**** Exercise materials ****
/**
 * The Bradley–Terry model, P(i beats j) = γi / (γi + γj), fitted by maximum likelihood with the MM
 * algorithm of D. R. Hunter, "MM algorithms for generalized Bradley–Terry models", Annals of
 * Statistics 32(1), 2004, eq. (3):
 *
 *   γi ← Wi / Σ_{j≠i} nij / (γi + γj)
 *
 * where Wi is i's number of wins and nij the number of comparisons of i with j. A tie counts half a
 * win to each side. The strengths are normalised to sum to 1 after every step (the likelihood does
 * not change under scaling). An item that never won has the maximum at γ = 0 and is held there; the
 * fit exists and is unique when every item both wins and loses within a connected comparison graph
 * (Hunter's Assumption 1); otherwise the steps still increase the likelihood and stop at the cap.
 */
export interface PairResult {
  /** Indices of the two items. */
  i: number;
  j: number;
  /** 1: i won, 0: j won, 0.5: a tie. */
  scoreI: number;
}

export interface BradleyTerryFit {
  /** Strengths, summing to 1 (all equal when nothing was compared). */
  strengths: number[];
  /** Wins of each item, ties counting half. */
  wins: number[];
  comparisons: number[];
  iterations: number;
  converged: boolean;
}

export interface FitOptions {
  maxIterations?: number;
  /** Stop when no strength changes by more than this, relative to the largest. */
  tolerance?: number;
}

/** Fits the strengths of `n` items to pairwise results. Pure. */
export function fitBradleyTerry(n: number, results: readonly PairResult[], options: FitOptions = {}): BradleyTerryFit {
  const maxIterations = options.maxIterations ?? 10_000;
  const tolerance = options.tolerance ?? 1e-12;
  const wins = new Array<number>(n).fill(0);
  const comparisons = new Array<number>(n).fill(0);
  const pairs = new Map<number, { i: number; j: number; count: number }>();
  for (const r of results) {
    if (r.i === r.j || r.i < 0 || r.j < 0 || r.i >= n || r.j >= n) throw new RangeError(`pair (${r.i}, ${r.j}) is not two of the ${n} items`);
    wins[r.i] += r.scoreI;
    wins[r.j] += 1 - r.scoreI;
    comparisons[r.i]++;
    comparisons[r.j]++;
    const [i, j] = r.i < r.j ? [r.i, r.j] : [r.j, r.i];
    const key = i * n + j;
    const pair = pairs.get(key) ?? { i, j, count: 0 };
    pair.count++;
    pairs.set(key, pair);
  }
  let gamma = new Array<number>(n).fill(1 / n);
  if (results.length === 0) return { strengths: gamma, wins, comparisons, iterations: 0, converged: true };
  const list = [...pairs.values()];
  let iterations = 0;
  let converged = false;
  while (iterations < maxIterations && !converged) {
    iterations++;
    const denominator = new Array<number>(n).fill(0);
    for (const { i, j, count } of list) {
      const share = count / (gamma[i] + gamma[j]);
      denominator[i] += share;
      denominator[j] += share;
    }
    const next = gamma.map((g, i) => (wins[i] === 0 || denominator[i] === 0 ? (comparisons[i] === 0 ? g : 0) : wins[i] / denominator[i]));
    const total = next.reduce((s, g) => s + g, 0);
    for (let i = 0; i < n; i++) next[i] /= total;
    let change = 0;
    let largest = 0;
    for (let i = 0; i < n; i++) {
      change = Math.max(change, Math.abs(next[i] - gamma[i]));
      largest = Math.max(largest, next[i]);
    }
    gamma = next;
    converged = change <= tolerance * largest;
  }
  return { strengths: gamma, wins, comparisons, iterations, converged };
}

/** The log-likelihood of strengths given the results (ties as half a win each): Σ s·log(γi/(γi+γj)) + (1−s)·log(γj/(γi+γj)). */
export function bradleyTerryLogLikelihood(strengths: readonly number[], results: readonly PairResult[]): number {
  let sum = 0;
  for (const { i, j, scoreI } of results) {
    const both = strengths[i] + strengths[j];
    if (scoreI > 0) sum += scoreI * Math.log(strengths[i] / both);
    if (scoreI < 1) sum += (1 - scoreI) * Math.log(strengths[j] / both);
  }
  return sum;
}
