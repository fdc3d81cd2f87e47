// fmin ships no types: the part the Bradley–Terry check uses.
declare module 'fmin' {
  export function conjugateGradient(
    f: (x: number[], gradient: number[]) => number,
    initial: number[],
    params?: { maxIterations?: number },
  ): { x: number[]; fx: number; fxprime: number[] };
  export function nelderMead(f: (x: number[]) => number, initial: number[], params?: { maxIterations?: number; minErrorDelta?: number }): { x: number[]; fx: number };
}
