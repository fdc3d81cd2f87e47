import { describe, expect, it } from 'vitest';
import fc from 'fast-check';
import 'fmin';
import type * as Fmin from 'fmin';
import { bradleyTerryLogLikelihood, fitBradleyTerry, type PairResult } from './bradley-terry';

// fmin's build is a UMD script under "type": "module": loaded as ESM it exports nothing and sets globalThis.fmin.
const { conjugateGradient } = (globalThis as unknown as { fmin: typeof Fmin }).fmin;

const repeat = (count: number, r: PairResult): PairResult[] => Array.from({ length: count }, () => r);

describe('Bradley–Terry by the MM algorithm', () => {
  it('matches the two-item closed form: γ1 / (γ1 + γ2) = W1 / n (the likelihood W1·log p + W2·log(1 − p) is largest there)', () => {
    // 7 wins, 2 losses and 3 ties: W1 = 7 + 1.5 = 8.5 of n = 12.
    const results = [...repeat(7, { i: 0, j: 1, scoreI: 1 }), ...repeat(2, { i: 1, j: 0, scoreI: 1 }), ...repeat(3, { i: 0, j: 1, scoreI: 0.5 })];
    const fit = fitBradleyTerry(2, results);
    expect(fit.converged).toBe(true);
    expect(fit.strengths[0]).toBeCloseTo(8.5 / 12, 12);
    expect(fit.strengths[1]).toBeCloseTo(3.5 / 12, 12);
    expect(fit.wins).toEqual([8.5, 3.5]);
    expect(fit.comparisons).toEqual([12, 12]);
  });

  it('gives equal strengths when nothing was compared, and 0 to an item that never won', () => {
    expect(fitBradleyTerry(3, []).strengths).toEqual([1 / 3, 1 / 3, 1 / 3]);
    const fit = fitBradleyTerry(3, [{ i: 0, j: 1, scoreI: 0.5 }, { i: 1, j: 2, scoreI: 1 }, { i: 0, j: 2, scoreI: 1 }]);
    expect(fit.strengths[2]).toBe(0);
    expect(fit.strengths[0]).toBeCloseTo(0.5, 6);
  });

  it('finds the same maximum of the log-likelihood as a general-purpose optimizer (fmin, conjugate gradient) on random data', () => {
    const data = fc
      .integer({ min: 3, max: 8 })
      .chain((n) =>
        fc.record({
          n: fc.constant(n),
          truth: fc.array(fc.double({ min: 0.2, max: 5, noNaN: true }), { minLength: n, maxLength: n }),
          counts: fc.array(fc.integer({ min: 0, max: 6 }), { minLength: (n * (n - 1)) / 2, maxLength: (n * (n - 1)) / 2 }),
          draws: fc.array(fc.double({ min: 0, max: 1, noNaN: true }), { minLength: 200, maxLength: 200 }),
        }),
      );
    fc.assert(
      fc.property(data, ({ n, truth, counts, draws }) => {
        const results: PairResult[] = [];
        let d = 0;
        let k = 0;
        for (let i = 0; i < n; i++) {
          for (let j = i + 1; j < n; j++) {
            for (let c = 0; c < counts[k]; c++) {
              const u = draws[d++ % draws.length];
              const p = truth[i] / (truth[i] + truth[j]);
              results.push({ i, j, scoreI: u < 0.1 ? 0.5 : u < 0.1 + 0.9 * p ? 1 : 0 });
            }
            k++;
          }
        }
        // A tie round the ring of items: every item both wins and loses (half) in one connected graph,
        // so the maximum exists and is unique (Hunter 2004, Assumption 1).
        for (let i = 0; i < n; i++) results.push({ i, j: (i + 1) % n, scoreI: 0.5 });
        const fit = fitBradleyTerry(n, results);
        expect(fit.converged).toBe(true);
        // The optimizer works on θ = log γ (unconstrained); ∂ℓ/∂θi = Wi − Σ_j nij·γi/(γi+γj).
        const negLogLikelihood = (theta: number[], gradient: number[]) => {
          const g = theta.map(Math.exp);
          gradient.fill(0);
          for (const { i, j, scoreI } of results) {
            const pi = g[i] / (g[i] + g[j]);
            gradient[i] -= scoreI - pi;
            gradient[j] -= 1 - scoreI - (1 - pi);
          }
          return -bradleyTerryLogLikelihood(g, results);
        };
        const best = conjugateGradient(negLogLikelihood, new Array(n).fill(0), { maxIterations: 2000 });
        const g = best.x.map(Math.exp);
        const total = g.reduce((s, v) => s + v, 0);
        g.forEach((v, i) => expect(Math.abs(v / total - fit.strengths[i])).toBeLessThan(1e-4));
        expect(bradleyTerryLogLikelihood(fit.strengths, results)).toBeGreaterThanOrEqual(-best.fx - 1e-9);
      }),
      { numRuns: 40, seed: 20040101 },
    );
  });
});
****
After locating the line with "if (scoreI >" above, return that line and every later line through the one with "import type * as Fmin from 'fmin';", word for word and with nothing else.

# [Written answer]
    if (scoreI > 0) sum += scoreI * Math.log(strengths[i] / both);
    if (scoreI < 1) sum += (1 - scoreI) * Math.log(strengths[j] / both);
  }
  return sum;
}
repository fdc3d81cd2f87e47
// fmin ships no types: the part the Bradley–Terry check uses.
declare module 'fmin' {
  export function conjugateGradient(
    f: (x: number[], gradient: number[]) => number,
    initial: number[],
    params?: { maxIterations?: number },
  ): { x: number[]; fx: number; fxprime: number[] };
  export function nelderMead(f: (x: number[]) => number, initial: number[], params?: { maxIterations?: number; minErrorDelta?: number }): { x: number[]; fx: number };
}
repository fdc3d81cd2f87e47
import { describe, expect, it } from 'vitest';
import fc from 'fast-check';
import 'fmin';
import type * as Fmin from 'fmin';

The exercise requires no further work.